2008). Optic disc area, neuroretinal rim area and cup area were analysed by

manually marking the outlines of the optic disc and cup in addition to the fovea, yielding the projected area results (Bartling et al. 2008).

Paper III-IV

3.2.14 Optical coherence tomography variables

Retinal and papillary nerve fibre layer thickness and retinal thickness were measured by analysing images taken with the SD-OCT, using 3D-OCT 1000 software from Topcon, Tokyo, Japan, to obtain the average thickness of 9 early treatment diabetic retinopathy study (ETDRS) sectors (i.e. sectors A1 to A9: central (C), inner superior (IS), outer superior (OS), inner inferior (II), outer inferior (OI), inner nasal (II), outer nasal (ON), inner temporal (IT), and outer temporal (OT)), and the retinal nerve fibre layer (RNFL) thickness, foveal minimum, and total macular volume in the sectors A1 to A9 (Fig. 5).
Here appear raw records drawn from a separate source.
package model

import (
	"fmt"
	"math"
)

// roundMesh is a spheroid in the coordinates of its map, in which fields that are smooth in space are polynomials in ρ² and μ².
type roundMesh struct {
	spaceMesh
	rr, rm, mm []float64 // by node: share of the volume times the squared gradients of rho, their product, of mu, 1/m²
	face       []float64 // by node on the surface: what a flow adds to the rate, 1/m
	fast       float64   // largest rate of decay, 1/m²
	ur, um     []float64
}

// newRoundMesh makes a mesh of nr × nm nodes.
func newRoundMesh(ball *spheroidMap, nr, nm int) *roundMesh {
	a, b := ball.a, ball.b
	rho, mu := collocationOf(spherical, nr, 0), collocationOf(planeHalf, nm, 0)
	most := 0.0
	for _, c := range mu.x {
		most = max(most, ball.surfaceShare(c)/rho.w[nr-1])
	}
	axes := [3]*spaceAxis{
		{kind: spherical, n: nr, x: rho.x, w: rho.w, poly: rho, face: [2]float64{0, most}},
		{kind: planeHalf, n: nm, x: mu.x, w: mu.w, poly: mu},
		{kind: lumped, n: 1, x: []float64{0}, w: []float64{1}, k: []float64{0}},
	}
	m := &roundMesh{spaceMesh: *newSpaceMesh(axes)}
	for i, r := range rho.x {
		for j, c := range mu.x {
			w, s2 := m.w[i*nm+j], 1-c*c
			m.rr = append(m.rr, w*(c*c/(a*a)+s2/(b*b)))
			m.rm = append(m.rm, w*c*s2/r*(1/(a*a)-1/(b*b)))
			m.mm = append(m.mm, w*s2/(r*r)*(s2/(a*a)+c*c/(b*b)))
		}
	}
	for _, c := range mu.x { // area element over volume, by the share of the node
		m.face = append(m.face, ball.surfaceShare(c)/rho.w[nr-1])
	}
	m.ur, m.um = make([]float64, m.n), make([]float64, m.n)
	m.fast = m.fastest()
	return m
}

// conduct fills out with the rates of heat contents by conduction from Kirchhoff integrals u.
func (m *roundMesh) conduct(u, out []float64) {
	rho, mu := m.axes[0].poly, m.axes[1].poly
	nr, nm := rho.n, mu.n
	clear(m.ur)
	clear(m.um)
	for i := 0; i < nr; i++ {
		addColumns(m.ur[i*nm:(i+1)*nm], u, nm, rho.d[i*nr:(i+1)*nr])
		addRows(m.um[i*nm:(i+1)*nm], mu.d, nm, u[i*nm:(i+1)*nm])
	}
	clear(out)
	for i, r := range m.ur {
		c := m.um[i]
		m.ur[i] = m.rr[i]*r + m.rm[i]*c
		m.um[i] = m.rm[i]*r + m.mm[i]*c
	}
	for i := 0; i < nr; i++ { // the transposes
		for j := 0; j < nr; j++ {
			add(out[j*nm:(j+1)*nm], -rho.d[i*nr+j], m.ur[i*nm:(i+1)*nm])
		}
		addNegative(out[i*nm:(i+1)*nm], mu.d, nm, m.um[i*nm:(i+1)*nm])
	}
	for i := range out {
		out[i] /= m.w[i]
	}
}

// addNegative takes from out the product of v with the rows of m, n wide.
func addNegative(out, m []float64, n int, v []float64) {
	for k, f := range v {
		add(out, -f, m[k*n:(k+1)*n])
	}
}

// fastest finds the largest rate of decay by repeated conduction, and puts 15 % on it.
func (m *roundMesh) fastest() float64 {
	v, next := make([]float64, m.n), make([]float64, m.n)
	for i := range v {
		v[i] = float64(1-2*(i%2)) * (1 + float64(i%7)/7)
	}
	rate := 0.0
	for range 80 {
		m.conduct(v, next)
		top, bottom := 0.0, 0.0
		for i := range v {
			top -= m.w[i] * v[i] * next[i]
			bottom += m.w[i] * v[i] * v[i]
		}
		rate = top / bottom
		for i := range v {
			v[i] = next[i] / math.Sqrt(bottom) / rate
		}
	}
	return 1.15 * rate
}

func (m *roundMesh) String() string {
	return fmt.Sprintf("%d × %d polynomials through the food", m.axes[0].n, m.axes[1].n)
}

// layRound lays out a spheroid.
func (s *solver) layRound(f *marched, l *law, e effort) {
	m := newRoundMesh(s.ball, s.smoothNodes(0, e), s.smoothNodes(1, e))
	march := newSpaceMarch(m.axes, l, s.product.StartC)
	march.round = m
	f.state, f.mesh = march, m
	nd := &nodes{x: [3][]float64{{0}, {0}, {0}}, phi: [3][]float64{{1}, {1}, {1}}}
	m.axes[0].bodyNodes(nd, 0, s.used)
	m.axes[1].bodyNodes(nd, 1, s.used)
	m.seenAt(nd)
	f.body = newBody(body{kinds: [3]axisKind{spherical, planeHalf}, radii: s.radii, ball: s.ball}, nd)
}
The children were asked to fixate on the internal target and the scans automatically provided the aforementioned results. Imaging of dilated fundi was obtained in a dim room, with the highest quality image selected for analysis. The software also calculated average thickness for each RNFL macular segment in the 9 ETDRS sectors. The papillary RNFL thickness was measured in four sectors (superior (S), inferior (I), nasal (N) and temporal (T)) and an average thickness was automatically calculated.

Figure 5. Example of macular thickness measurements obtained using the Topcon SD-Optical coherence tomography(OCT) system. OCT image of a healthy subject (A) Fundus photograph of a healthy subject; the box indicates a 6×6 mm scanning area using 3D macular protocol (B). Image of standard early treatment diabetic retinopathy study (ETDRS) map (C), showing map diameters centred on fovea (left) and 9 standard ETDRS regions (right).